If you research the definition of vivarium it is actually a term that incompases any enclosure that contains plants or animals in a natural setting (this is the key plastic plants and clown puke gravel doesnt count), aquariums, terrariums, paludariums and ripariums are all examples of vivariums. In the US we have a tendency to only consider a vivarium to be an enclosure with tropical plants and frogs or other amphibians.

Len


----------



## Gh0stw4lk3r (Jun 5, 2008)

the tank is growing in well


----------



## schoolzoo (Apr 5, 2012)

Looks amazing


----------



## SNAKEMANVET (Dec 14, 2011)

Great looking viv,has grown in really good.


----------



## Gh0stw4lk3r (Jun 5, 2008)

tnx all  made a new video today, this time a very short appearance of the terribilis, but some more action time for the plants, lizards and fish


----------



## jermajestyg (Jan 28, 2012)

You said that the water traveled behind the background...so did you coat the back of the poly sheets that would be underwater with grout? or is the back part you cant see (where the pump is) just the styrofoam?
If so, how is it holding up?
-Jeremy


----------



## Gh0stw4lk3r (Jun 5, 2008)

i did not coat the other side of the foam. it holds up very well, i didn't expect anything else


----------



## fishman9809 (Dec 8, 2008)

You have my favorite fish! Mikrogeophagus ramirezi! They are amazing fish. I love the whole setup!


----------



## jermajestyg (Jan 28, 2012)

So the foam didnt mold or break down or anything?? For some reason i always thought that the foam would "die" somehow constantly underwater.
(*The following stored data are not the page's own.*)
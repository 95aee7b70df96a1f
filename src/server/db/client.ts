/**
 * One pg Pool per process (web app, worker, scripts), created from the validated
 * environment on first use and cached on globalThis so dev reloads don't leak pools.
 */
import { drizzle, type NodePgDatabase } from "drizzle-orm/node-postgres";
import { Pool } from "pg";
import { getEnv } from "../../env";
import * as schema from "./schema";

export type Db = NodePgDatabase<typeof schema>;
/** A transaction handle has the same query API as the database. */
export type Tx = Parameters<Parameters<Db["transaction"]>[0]>[0];

const globalForDb = globalThis as unknown as { beadbenchPool?: Pool; beadbenchDb?: Db };

export function getPool(): Pool {
  if (!globalForDb.beadbenchPool) {
    const pool = new Pool({
      connectionString: getEnv().DATABASE_URL,
      max: 10,
      connectionTimeoutMillis: 5000,
    });
    // A dropped connection (e.g. the server restarting) must not crash the process;
    // the next query gets a fresh client.
    pool.on("error", () => {});
    globalForDb.beadbenchPool = pool;
  }
  return globalForDb.beadbenchPool;
}

export function getDb(): Db {
  if (!globalForDb.beadbenchDb) {
    globalForDb.beadbenchDb = drizzle(getPool(), { schema });
  }
  return globalForDb.beadbenchDb;
}

export async function closeDb(): Promise<void> {
  const pool = globalForDb.beadbenchPool;
  globalForDb.beadbenchPool = undefined;
  globalForDb.beadbenchDb = undefined;
  if (pool) await pool.end();
}
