"""Harmonic study speed: a 50-order spectrum against 50 single-frequency solves.

    python benchmarks/bench_harmonics.py            # 100×100 mesh (10,000 nodes)
    python benchmarks/bench_harmonics.py --quick    # 40×40 mesh

The circuit is `mesh.py`'s R/L/C mesh with its source given a spectrum of orders 2 to
50, so the study solves 50 frequencies. The baseline, measured in the same run, solves
the same circuit (no spectrum) at the same 50 frequencies with `solver.solve`, the
element table shared (the cheapest way to ask the solver 50 times). The study is
`run_harmonics(..., scan=False)`: every per-order solve plus the IEEE 1459 arrays, the
node and element JSON, and again with that JSON written to bytes (what ``--json`` and
the API do). The capacitor resonance scan is timed on its own (it is a sweep, not part
of the 50 solves). CPU seconds (process_time), best of the repeats, the jobs taken in
turn. Target: study ≤ 1.3 × baseline.
"""

from __future__ import annotations

import argparse
import sys
import time
from dataclasses import replace
from pathlib import Path

sys.path.insert(0, str(Path(__file__).resolve().parents[1] / "server"))
sys.path.insert(0, str(Path(__file__).resolve().parent))

from mesh import mesh_circuit  # noqa: E402

from phasorbench.jsonout import dumps  # noqa: E402
from phasorbench.solver import solve  # noqa: E402
from phasorbench.studies.harmonics import run_harmonics  # noqa: E402
from phasorbench.workflow import read_circuit  # noqa: E402

ORDERS = range(2, 51)


def spectrum_text(n: int) -> str:
    entries = ", ".join(f"{h}: {20.0 / h:.4g} % @ {(37 * h) % 360} deg" for h in ORDERS)
    return mesh_circuit(n).replace("Vsrc: voltage n0_0 -> 0 480 V",
                                   f"Vsrc: voltage n0_0 -> 0 480 V spectrum {entries}")


def interleaved(jobs: dict, repeats: int) -> dict:
    """Least CPU time of each job over ``repeats`` rounds, the jobs taken in turn (a
    shared machine's load then weighs on all alike)."""
    best = dict.fromkeys(jobs, float("inf"))
    for _ in range(repeats):
        for name, job in jobs.items():
            start = time.process_time()
            job()
            best[name] = min(best[name], time.process_time() - start)
    return best


def load() -> str:
    try:
        return " ".join(Path("/proc/loadavg").read_text().split()[:3])
    except OSError:
        return "unknown"


def main() -> int:
    parser = argparse.ArgumentParser(description=__doc__.splitlines()[0])
    parser.add_argument("--size", type=int, default=100, help="mesh side (nodes = size²)")
    parser.add_argument("--quick", action="store_true", help="a 40×40 mesh")
    parser.add_argument("--repeats", type=int, default=2)
    parser.add_argument("--no-scan", action="store_true", help="skip the resonance scan")
    args = parser.parse_args()
    size = 40 if args.quick else args.size
    plain = read_circuit(mesh_circuit(size))
    harmonic = read_circuit(spectrum_text(size))
    frequencies = [plain.frequency * h for h in (1, *ORDERS)]
    table = plain.table()

    def baseline():
        for f in frequencies:
            at = replace(plain, frequency=f)
            at._table = table
            solve(at)

    def study():
        run_harmonics(harmonic, scan=False)

    def study_json():
        dumps(run_harmonics(harmonic, scan=False))

    def with_scan():
        run_harmonics(harmonic, scan=True)

    nodes = len(plain.nodes()) - 1
    scanned = min(12, sum(e.kind == "capacitor" for e in plain.elements.values()))
    print(f"mesh {size}×{size}: {nodes:,} nodes, {len(plain.elements):,} elements, "
          f"{len(frequencies)} frequencies; load average {load()}")
    run_harmonics(harmonic, scan=False)          # the element table, built once
    t = interleaved({"base": baseline, "study": study, "json": study_json}, args.repeats)
    t_base = t["base"]
    print(f"baseline: {len(frequencies)} single-frequency solves  {t_base:8.2f} s")
    print(f"harmonic study (no scan)                 {t['study']:8.2f} s   "
          f"{t['study'] / t_base:.2f}× baseline (target ≤ 1.3)")
    print(f"  … and its JSON written (jsonout)       {t['json']:8.2f} s   "
          f"{t['json'] / t_base:.2f}× baseline")
    if not args.no_scan:
        t_scan = interleaved({"scan": with_scan}, 1)["scan"]
        print(f"harmonic study with the resonance scan   {t_scan:8.2f} s   "
              f"{t_scan / t_base:.2f}× baseline (the scan alone "
              f"{(t_scan - t['study']) / t_base:.2f}×, {scanned} largest capacitors)")
    print(f"load average after: {load()}")
    return 0


if __name__ == "__main__":
    raise SystemExit(main())
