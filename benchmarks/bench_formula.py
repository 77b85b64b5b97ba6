"""How long an exact formula takes, and how its cost grows, against the numeric solve.

Run by hand:  PYTHONPATH=server python benchmarks/bench_formula.py [SECTIONS]

Each case is an RC ladder of N sections (2N elements, N + 1 nodes) and the probe
V(out)/V(in): once with every element a symbol, once with every value exact from the
text (``--keep`` nothing). The baseline is the numeric solve of the same circuit
(``workflow.solve_circuit``), timed in the same run. Wall seconds of the whole request
as a caller sees it (the worker process, sympy already imported, pipes included); the
worker's start-up (importing sympy) is measured once on its own.
"""

from __future__ import annotations

import sys
import time

from phasorbench.studies.formula import run_formula
from phasorbench.workflow import read_circuit, solve_circuit


def ladder(n: int) -> str:
    lines = ["frequency 1 kHz", "Vin: voltage n0 -> 0 1 V"]
    for k in range(n):
        lines.append(f"R{k + 1}: resistor n{k} -> n{k + 1} {k + 1} kohm")
        lines.append(f"C{k + 1}: capacitor n{k + 1} -> 0 {10 * (k + 1)} nF")
    return "\n".join(lines) + "\n"


def best(fn, repeat: int = 3) -> float:
    times = []
    for _ in range(repeat):
        start = time.perf_counter()
        fn()
        times.append(time.perf_counter() - start)
    return min(times)


def main(sections: int = 6) -> None:
    start = time.perf_counter()
    run_formula(read_circuit(ladder(1)), "V(n1)/V(n0)")
    print(f"worker start-up and first formula: {time.perf_counter() - start:.2f} s")
    print(f"{'sections':>8} {'solve s':>9} {'exact s':>9} {'ratio':>8} {'symbolic s':>11} "
          f"{'ratio':>8} {'terms':>7}")
    for n in range(1, sections + 1):
        circuit = read_circuit(ladder(n))
        probe = f"V(n{n})/V(n0)"
        numeric = best(lambda: solve_circuit(circuit))
        exact = best(lambda: run_formula(circuit, probe, keep=[]))
        holder = {}

        def symbolic():
            holder["r"] = run_formula(circuit, probe, time_limit=120)
        symbolic_s = best(symbolic, repeat=1)
        print(f"{n:>8} {numeric:>9.4f} {exact:>9.3f} {exact / numeric:>8.0f} {symbolic_s:>11.3f} "
              f"{symbolic_s / numeric:>8.0f} {holder['r']['terms']:>7}")


if __name__ == "__main__":
    main(int(sys.argv[1]) if len(sys.argv) > 1 else 6)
Do you know if expanding foam "Great Stuff" will hold up just as well?

I was about to scrap my old project because the water was getting behind the grout into the polystyrene, but now i guess that is fine!!!

Thanks a milllion,
-Jeremy


----------



## parkanz2 (Sep 25, 2008)

jermajestyg said:


> So the foam didnt mold or break down or anything?? For some reason i always thought that the foam would "die" somehow constantly underwater. Do you know if expanding foam "Great Stuff" will hold up just as well?
> 
> I was about to scrap my old project because the water was getting behind the grout into the polystyrene, but now i guess that is fine!!!
> 
> ...


Most synthetic "foam" products are obscenely resistant to decay including great stuff and has a life significantly longer than the probable life of a viv.

A note on styrofoam though... polystyrene and polycarbonate based products are reported to leach compounds which can act as endocrine disruptors. A quick internet search reveals these concerns as well as a number of studies which demonstrate that for most scenarios in which people contact these compounds, there is no concern. There are many people that have not had any observable abnormalities when using these products but I personally wouldn't put these products in a closed system such as a vivarium.

Cheers


----------



## SLiK JiM (Oct 10, 2011)

Sorry to hijack the thread a little, but you said you mixed grout and epoxy. Would this work: Mapei Kerapoxy Epoxy Grout Medium Grey 2kg | Screwfix.com or this: http://www.diy.com/nav/build/buildi...es/SikaDur-Epoxy-Repair-Kit-Grey-2kg-10487645

Thanks!


----------



## chacmhaal (May 17, 2012)

Great, you waterfall design looks realistic, i love it


----------



## Gh0stw4lk3r (Jun 5, 2008)

It has been a while, but the tank is still doing great 










one of the frogs


----------



## TRNT_G (Aug 20, 2012)

This is one of my favorites. Nice work, I love it.


----------



## pet-teez (Oct 3, 2007)

You did a fantastic job! That's very nice!
I'm especially impressed with how natural the styrofoam turned out.


----------



## JoshsDragonz (Jun 30, 2012)

Nice!!! The tank looks awesome!


----------



## Gh0stw4lk3r (Jun 5, 2008)

thank you all for the kind words 
i am very pleased as well with the tank, it really is the centerpiece of my livingroom. 
When i brought the tank to the vivarium exhibition a few months ago in the netherlands, visitors asked me how it was possible to lift a tank with that much stones in it.....mission accomplished  The visitors didn't even noticed that it was fake.


----------